Schmidt : schmerzlich für die dt. OstseeFISCHER

http://www.zeit.de/wirtschaft/2017-10/fischfangquoten-2018-ostsee-lachs-hering


----------



## Thomas9904 (10. Oktober 2017)

*AW: Ostsee 2018 noch unklar - Baglimit Dorsch, Angelverbot Aal, Limit Lachs und Herin*

Anglerverräter!


----------



## muddyliz (10. Oktober 2017)

*AW: Ostsee 2018 noch unklar - Baglimit Dorsch, Angelverbot Aal, Limit Lachs und Herin*

http://www.spiegel.de/wissenschaft/...scholle-sollen-geschont-werden-a-1172245.html


> Die Fangquoten für den für Deutschland ebenfalls wichtigen Dorsch in der westlichen Ostsee bleiben demnach unverändert.


----------



## Grünknochen (10. Oktober 2017)

*AW: Ostsee 2018 noch unklar - Baglimit Dorsch, Angelverbot Aal, Limit Lachs und Herin*

Wieso Angelverräter?
Die Frage ist lediglich, ob ich im Rahmen des Fischereimanagements kurzfristig oder langfristig denke.
Wir wissen alle, eine Schwalbe macht noch keinen Sommer. Also ist es sachlich durchaus vertretbar, die zu beobachtenden positiven Bestandsentwicklungen nicht gleich wieder zum Anlaß zu nehmen, die Entnahmequoten zu erhöhen. Langfristig wird das zu einer nachhaltigen Verbesserung auch für die Freizeitfischer führen, deren grundsätzliche Beteiligung aus meiner Sicht übrigens absolut richtig ist.
Das Problem liegt nicht in den jetzigen Restriktionen, sondern darin, dass der Bestand in den letzten Jahren und Jahrzehnten mangels hinreichender Regulierung de facto plattgefischt wurde! 
Übrigens lustig: Der Herr CSU Minister Schmidt jetzt der große Verräter, im Kampf gegen das Fehmarnbelt Verbot hingegen als Held gefeiert, https://www.anglerboard.de/board/showthread.php?t=331758

Na klar war -by the way- das auf die Ostsee beschränkte Aalfangverbot Nonsens. Die Sache muss umfassend geregelt werden. Und zwar schleunigst...


----------



## Hybrid (10. Oktober 2017)

*AW: Ostsee 2018 noch unklar - Baglimit Dorsch, Angelverbot Aal, Limit Lachs und Herin*

Sehe ich genauso, Grünknochen.

In der Tat sollten wir hier nicht im Stil der Boulevard-Presse auf niedrigem Niveau versuchen Stimmung zu machen und "a la Trump" die Helden von gestern heute verteufeln und morgen mit Dreck beschmeissen.

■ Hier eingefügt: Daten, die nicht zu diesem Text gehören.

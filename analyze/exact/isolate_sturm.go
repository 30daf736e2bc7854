package exact

import "math/big"

// SturmCount returns the number of distinct real roots of p in the closed
// range from lo to hi, a nil end being infinite, by Sturm's theorem (J. C. F.
// Sturm, 1829; see Basu, Pollack and Roy, Algorithms in Real Algebraic
// Geometry, §2.2). The coefficients of the sequence grow so quickly that
// CountRealRoots is much faster; this is the independent check.
func SturmCount(p Poly, lo, hi *big.Rat) int {
	if p.Degree() < 1 || lo != nil && hi != nil && lo.Cmp(hi) > 0 {
		return 0
	}
	p = p.Radical()
	seq := []Poly{p, p.Derivative()}
	for {
		a, b := seq[len(seq)-2], seq[len(seq)-1]
		_, r := a.DivMod(b)
		if r.IsZero() {
			break
		}
		next := r.Primitive()
		if r.Leading().Sign() > 0 {
			next = next.Neg()
		}
		seq = append(seq, next)
	}
	// Variations at lo minus variations at hi count the roots in (lo, hi].
	count := sturmVariations(seq, lo, -1) - sturmVariations(seq, hi, +1)
	if lo != nil && p.EvalSign(lo) == 0 {
		count++
	}
	return count
}

// sturmVariations counts sign changes at x, or at the infinity of the given
// sign where x is nil.
func sturmVariations(seq []Poly, x *big.Rat, infinity int) int {
	count, last := 0, 0
	for _, f := range seq {
		var s int
		switch {
		case x != nil:
			s = f.EvalSign(x)
		case infinity < 0 && f.Degree()%2 == 1:
			s = -f.c[f.Degree()].Sign()
		default:
			s = f.c[f.Degree()].Sign()
		}
		if s != 0 {
			if s == -last {
				count++
			}
			last = s
		}
	}
	return count
}
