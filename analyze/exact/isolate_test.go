package exact

import (
	"context"
	"errors"
	"math/big"
	"testing"

	"pgregory.net/rapid"
)

// checkIsolation checks what IsolateRealRoots promises, with Sturm's theorem
// as the judge.
func checkIsolation(t interface{ Fatalf(string, ...any) }, p Poly, lo, hi *big.Rat, roots []Interval) {
	if got, want := len(roots), SturmCount(p, lo, hi); got != want {
		t.Fatalf("%d roots of %v in [%v, %v], want %d", got, p, lo, hi, want)
	}
	if got := CountRealRoots(p, lo, hi); got != len(roots) {
		t.Fatalf("%d roots counted, %d isolated", got, len(roots))
	}
	for i, v := range roots {
		if v.Lo.Cmp(v.Hi) > 0 || lo != nil && v.Lo.Cmp(lo) < 0 || hi != nil && v.Hi.Cmp(hi) > 0 {
			t.Fatalf("interval [%v, %v] leaves the range", v.Lo, v.Hi)
		}
		if i > 0 && (roots[i-1].Hi.Cmp(v.Lo) > 0 || roots[i-1].IsPoint() && v.IsPoint() && roots[i-1].Hi.Cmp(v.Lo) == 0) {
			t.Fatalf("intervals %d and %d overlap", i-1, i)
		}
		if SturmCount(p, v.Lo, v.Hi) != 1 {
			t.Fatalf("interval [%v, %v] holds %d roots", v.Lo, v.Hi, SturmCount(p, v.Lo, v.Hi))
		}
		if !v.IsPoint() && (p.EvalSign(v.Lo) == 0 || p.EvalSign(v.Hi) == 0) {
			t.Fatalf("an end of [%v, %v] is a root", v.Lo, v.Hi)
		}
	}
}

// drawRooted draws a polynomial with some rational and some close roots.
func drawRooted(t *rapid.T, label string) Poly {
	p := drawPoly(t, 4, 30, label)
	if p.IsZero() {
		p = PolyFromInt64s(1)
	}
	for range rapid.IntRange(0, 4).Draw(t, label+" roots") {
		a := rapid.Int64Range(-8, 8).Draw(t, label+" root")
		b := rapid.SampledFrom([]int64{1, 2, 3, 1 << 40}).Draw(t, label+" over")
		p = p.Mul(PolyFromInt64s(-a, b))
	}
	return p
}

func TestIsolateRealRoots(t *testing.T) {
	rapid.Check(t, func(t *rapid.T) {
		p := drawRooted(t, "p")
		var lo, hi *big.Rat
		if rapid.Bool().Draw(t, "lo") {
			lo = big.NewRat(rapid.Int64Range(-9, 9).Draw(t, "lo"), rapid.Int64Range(1, 3).Draw(t, "lo den"))
		}
		if rapid.Bool().Draw(t, "hi") {
			hi = big.NewRat(rapid.Int64Range(-9, 9).Draw(t, "hi"), rapid.Int64Range(1, 3).Draw(t, "hi den"))
		}
		roots := IsolateRealRoots(p, lo, hi)
		checkIsolation(t, p, lo, hi, roots)
		q := drawRooted(t, "q")
		width := big.NewRat(1, 1<<rapid.IntRange(0, 60).Draw(t, "width"))
		for _, v := range roots {
			w := RefineRoot(p, v, width)
			if w.Width().Cmp(width) > 0 || w.Lo.Cmp(v.Lo) < 0 || w.Hi.Cmp(v.Hi) > 0 || SturmCount(p, w.Lo, w.Hi) != 1 {
				t.Fatalf("[%v, %v] refined to [%v, %v]", v.Lo, v.Hi, w.Lo, w.Hi)
			}
			sign := SignAtRoot(q, p, v)
			if sign == 0 {
				if g := GCD(p, q); q.IsZero() == false && SturmCount(g, v.Lo, v.Hi) != 1 {
					t.Fatalf("%v is not zero at the root of %v in [%v, %v]", q, p, v.Lo, v.Hi)
				}
				continue
			}
			if SignAtRoot(q.Neg(), p, v) != -sign || SignAtRoot(q.Mul(q), p, v) != 1 || SignAtRoot(q.Mul(p), p, v) != 0 {
				t.Fatalf("signs of %v at the root of %v disagree", q, p)
			}
		}
	})
}

// Wilkinson's polynomial, Mignotte's close pair and roots spread over
// decades have known real roots.
func TestIsolateHardPolynomials(t *testing.T) {
	w := PolyFromInt64s(1)
	for k := int64(1); k <= 20; k++ {
		w = w.Mul(PolyFromInt64s(-k, 1))
	}
	roots := IsolateRealRoots(w, nil, nil)
	if len(roots) != 20 {
		t.Fatalf("%d roots of Wilkinson's polynomial", len(roots))
	}
	for i, v := range roots {
		k := big.NewRat(int64(i+1), 1)
		if v.Lo.Cmp(k) > 0 || v.Hi.Cmp(k) < 0 {
			t.Errorf("root %d in [%v, %v]", i+1, v.Lo, v.Hi)
		}
	}
	// x^n − 2(ax − 1)²: two roots within about a^−(n/2+1) of 1/a
	// (M. Mignotte, Some useful bounds, 1982).
	a := big.NewRat(1000, 1)
	line := NewPoly(big.NewRat(-1, 1), a)
	m := Monomial(big.NewRat(1, 1), 21).Sub(line.Mul(line).Scale(big.NewRat(2, 1)))
	checkIsolation(t, m, nil, nil, IsolateRealRoots(m, nil, nil))
	spread := PolyFromInt64s(1)
	for k := -12; k <= 12; k += 4 {
		ten := new(big.Int).Exp(big.NewInt(10), big.NewInt(int64(max(k, -k))), nil)
		r := new(big.Rat).SetInt(ten)
		if k < 0 {
			r.Inv(r)
		}
		spread = spread.Mul(NewPoly(r, big.NewRat(1, 1))).Mul(NewPoly(r.Neg(r), big.NewRat(3, 1)))
	}
	checkIsolation(t, spread, nil, nil, IsolateRealRoots(spread, nil, nil))
}

func TestIsolateCancelled(t *testing.T) {
	ctx, cancel := context.WithCancel(context.Background())
	cancel()
	if _, err := IsolateRealRootsContext(ctx, PolyFromInt64s(-2, 0, 1), nil, nil); !errors.Is(err, context.Canceled) {
		t.Errorf("error %v", err)
	}
}

func TestRefineRootManyDigits(t *testing.T) {
	p := PolyFromInt64s(-2, 0, 1)
	v := RefineRoot(p, Interval{big.NewRat(1, 1), big.NewRat(2, 1)}, new(big.Rat).SetFrac(bigOne, new(big.Int).Lsh(bigOne, 4000)))
	two := big.NewRat(2, 1)
	if new(big.Rat).Mul(v.Lo, v.Lo).Cmp(two) >= 0 || new(big.Rat).Mul(v.Hi, v.Hi).Cmp(two) <= 0 {
		t.Error("the square root of two is not inside")
	}
}

// What the limited arithmetic calls decided is what exact arithmetic finds.
func TestNearVariations(t *testing.T) {
	decided := 0
	rapid.Check(t, func(t *rapid.T) {
		p := PolyFromInt64s(1)
		for range rapid.IntRange(1, 14).Draw(t, "factors") {
			if f := drawRooted(t, "f"); !f.IsZero() {
				p = p.Mul(f)
			}
		}
		p = p.Radical()
		p = p.Shift(-p.Order())
		if p.Degree() < 1 {
			return
		}
		lo := big.NewRat(rapid.Int64Range(1, 1<<20).Draw(t, "lo"), 1<<rapid.IntRange(0, 40).Draw(t, "over"))
		width := new(big.Rat).Mul(lo, big.NewRat(rapid.Int64Range(1, 64).Draw(t, "width"), 64))
		hi := new(big.Rat).Add(lo, width)
		want := signVariations(onUnitInterval(p, lo, width))
		guard := rapid.SampledFrom([]int{1, 20, nearGuard}).Draw(t, "guard")
		got, ok := newNearVariations(p, guard).count(lo, hi)
		if !ok {
			return
		}
		decided++
		if got != want {
			t.Fatalf("%d variations of %v on [%v, %v], want %d", got, p, lo, hi, want)
		}
	})
	if decided == 0 {
		t.Error("nothing was decided")
	}
}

Nur der stete Tropfen höhlt den Stein - und wenn dann Leute mit dem Niveau der Kampagne "Angler-Demo" geduldig dicke Bretter bohren, bin ich mir sicher dauerhaft eine gute Lösung zu bekommen.

Gruß H.


----------



## Thomas9904 (10. Oktober 2017)

*AW: Ostsee 2018 noch unklar - Baglimit Dorsch, Angelverbot Aal, Limit Lachs und Herin*



> Das Problem liegt nicht in den jetzigen Restriktionen,


Doch genau da liegt es jetzt, und dass die Angler und der Angeltourismus JETZT das ausbaden sollen, was andere angerichtet haben.

jaja, Management der Angler - da biste immer ganz vorne mit dabei, Angler beschränken!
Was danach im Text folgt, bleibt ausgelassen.